Parliament is sovereign; privileges and immunities are based in common law, but
if Parliament wishes to go against what is prescribed in common law, the will of
Parliament will have precedence, and, very frequently, Parliament may specify,
confirm and correct the extent of the rights, privileges and immunities
involved. You could for instance decide that the bank will be an agent of the
Crown, but that the scope of its immunities will be limited. Among those limits
would be the application of provincial laws and municipal regulations.
Thus, you must carefully specify when the status of agent of the Crown will
be invoked, and limit the extent of the immunities. That seems like a relevant
solution to minimize the risk of causing a lack of balance between
jurisdictions. In the past, there were infrastructure projects that were
provincial or municipal projects, managed and organized by the cities and
provinces according to their applicable rights. Suddenly, because these projects
would be carried out by a bank that would be an agent of the Crown, they would
not be subject to provincial law. There is something somewhat excessive in that,
as it compares to cooperative federalism as we understand it in Canada.

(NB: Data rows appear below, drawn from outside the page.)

def finfo(dt, name: str) -> float:
    return float(getattr(np.finfo(dt), name))


# Page -> the figures its prose may (and must) state, in the order of no importance.
FIGURES = {
    "softmax-unshifted": lambda: [exp_overflow(F32), exp_overflow(F64), exp_overflow(F16)],
    "normalize-missing-keepdims": lambda: [],
    "log-of-softmax": lambda: [-exp_zero_below(F64), -exp_zero_below(F32), finfo(F64, "smallest_subnormal"), finfo(F32, "smallest_subnormal")],
    "logsumexp-unshifted": lambda: [exp_overflow(F64), exp_overflow(F32), exp_zero_below(F64), exp_zero_below(F32)],
    "logaddexp-manual": lambda: [exp_overflow(F64), exp_zero_below(F64)],
    "softmax-jacobian-dense": lambda: [finfo(F64, "tiny"), math.sqrt(finfo(F64, "tiny")), finfo(F16, "tiny"), math.sqrt(finfo(F16, "tiny"))],
    "cross-entropy-from-probs": lambda: [-exp_zero_below(F64), -exp_zero_below(F32)],
    "bce-from-sigmoid": lambda: [sigmoid_one_above(F64), sigmoid_one_above(F32), torch_bce_cap()],
    "log-of-sigmoid": lambda: [-exp_overflow(F64), -exp_overflow(F32), sigmoid_one_above(F64), sigmoid_one_above(F32)],
    "log-epsilon-guard": lambda: [math.log(1e-8)],
    "log1p-manual": lambda: [finfo(F64, "eps"), finfo(F64, "eps") / 2],
    "expm1-manual": lambda: [finfo(F64, "eps"), finfo(F64, "eps") / 2],
    "sigmoid-manual": lambda: [exp_overflow(F64), exp_overflow(F32)],
    "softplus-manual": lambda: [exp_overflow(F64), exp_overflow(F32)],
    "log-exp-roundtrip": lambda: [exp_overflow(F64), exp_zero_below(F64)],
    "variance-cancellation": lambda: [finfo(F64, "eps")],
    "xlogx-nan": lambda: [],
    "log-of-product": lambda: [finfo(F64, "smallest_subnormal"), finfo(F32, "smallest_subnormal")],
    "norm-overflow": lambda: [math.sqrt(finfo(F64, "max")), math.sqrt(finfo(F32, "max"))],
    "softmax-implicit-dim": lambda: [],
}


# ---------------------------------------------------------------------------------------
# Pages and the catalogue
# ---------------------------------------------------------------------------------------
def test_every_registered_rule_has_a_page():
    missing = [rid for rid in registered() if rid not in PAGE_IDS]
    assert not missing, f"rules without a page under rules/: {missing}"


def test_every_catalogued_rule_of_a_shipped_family_has_a_page():
    # A family the catalogue lists before any of its rules is built (its issue still
    # open) has no pages yet; every rule of a family we ship must have one.
    shipped = {r.family for r in registered().values()}
    rows = catalogue_rows()
    family = {rid: row.split("|")[1].strip() for rid, row in rows.items()}
    missing = [rid for rid in rows if family[rid] in shipped and rid not in PAGE_IDS]
    assert not missing, f"catalogue rules without a page: {missing}"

It is the Senate's duty to cast an attentive, sober second look on
legislation. In the case of an omnibus budget bill, there will no doubt be
strong pressure not to delay the adoption of the bill, but it is often in the
public interest to divide this type of bill. I think I recall that the Senate
did so recently, last fall, for a similar budget bill that contained provisions
that applied to banks, and measures to protect consumers. In that case the
government agreed to review its text. It is the Senate's role to force the
government to do better, in the interest of Canadians. I think that the Senate
can cast this second attentive look on the bank bill, and produce a bill that
will be more respectful of the type of federalism we are attached to, more
respectful of provincial laws and municipal regulations, but also perhaps more
democratic, to the extent that it would be removed from this omnibus bill that
complicates parliamentary debate. Parliament could preserve its right to
designate agents of the Crown without delegating that power to the executive,
and preserve that power as it does in the vast majority of other laws that
create and frame organizations that are agents of the Crown.
I thank you for your attention, and I am ready to answer your questions to
the best of my ability.
Senator Carignan: Thank you, Professor Taillon, for that crystal clear
I want to make sure I understand. Perhaps we need to emphasize the
interaction of the provisions, because that is what creates that effect.
When I was mayor, part of my frustration was due to having to manage files
with government organizations that came and settled in and did not respect the
rules nor the PIIAs. This was the case with the AMT — the metropolitan transport
agency — Canada Post, telecommunications companies that installed cell towers,
and small private airports, with the nuisances that that generated.
When you deal with a government organization, there is a certain
accountability. You can exercise a certain amount of political influence to try
to change their point of view. We saw that with Canada Post, when Denis Coderre
went and destroyed mailboxes. However, in the case of infrastructure bank
projects, we would be dealing with an unaccountable private organization that
might not be subject to provincial or municipal laws, or even to environmental
consultations. For instance, that organization would not be subject to
environmental protection standards, in the context of a private project
conducted by private promoters. That is what I believe I understood.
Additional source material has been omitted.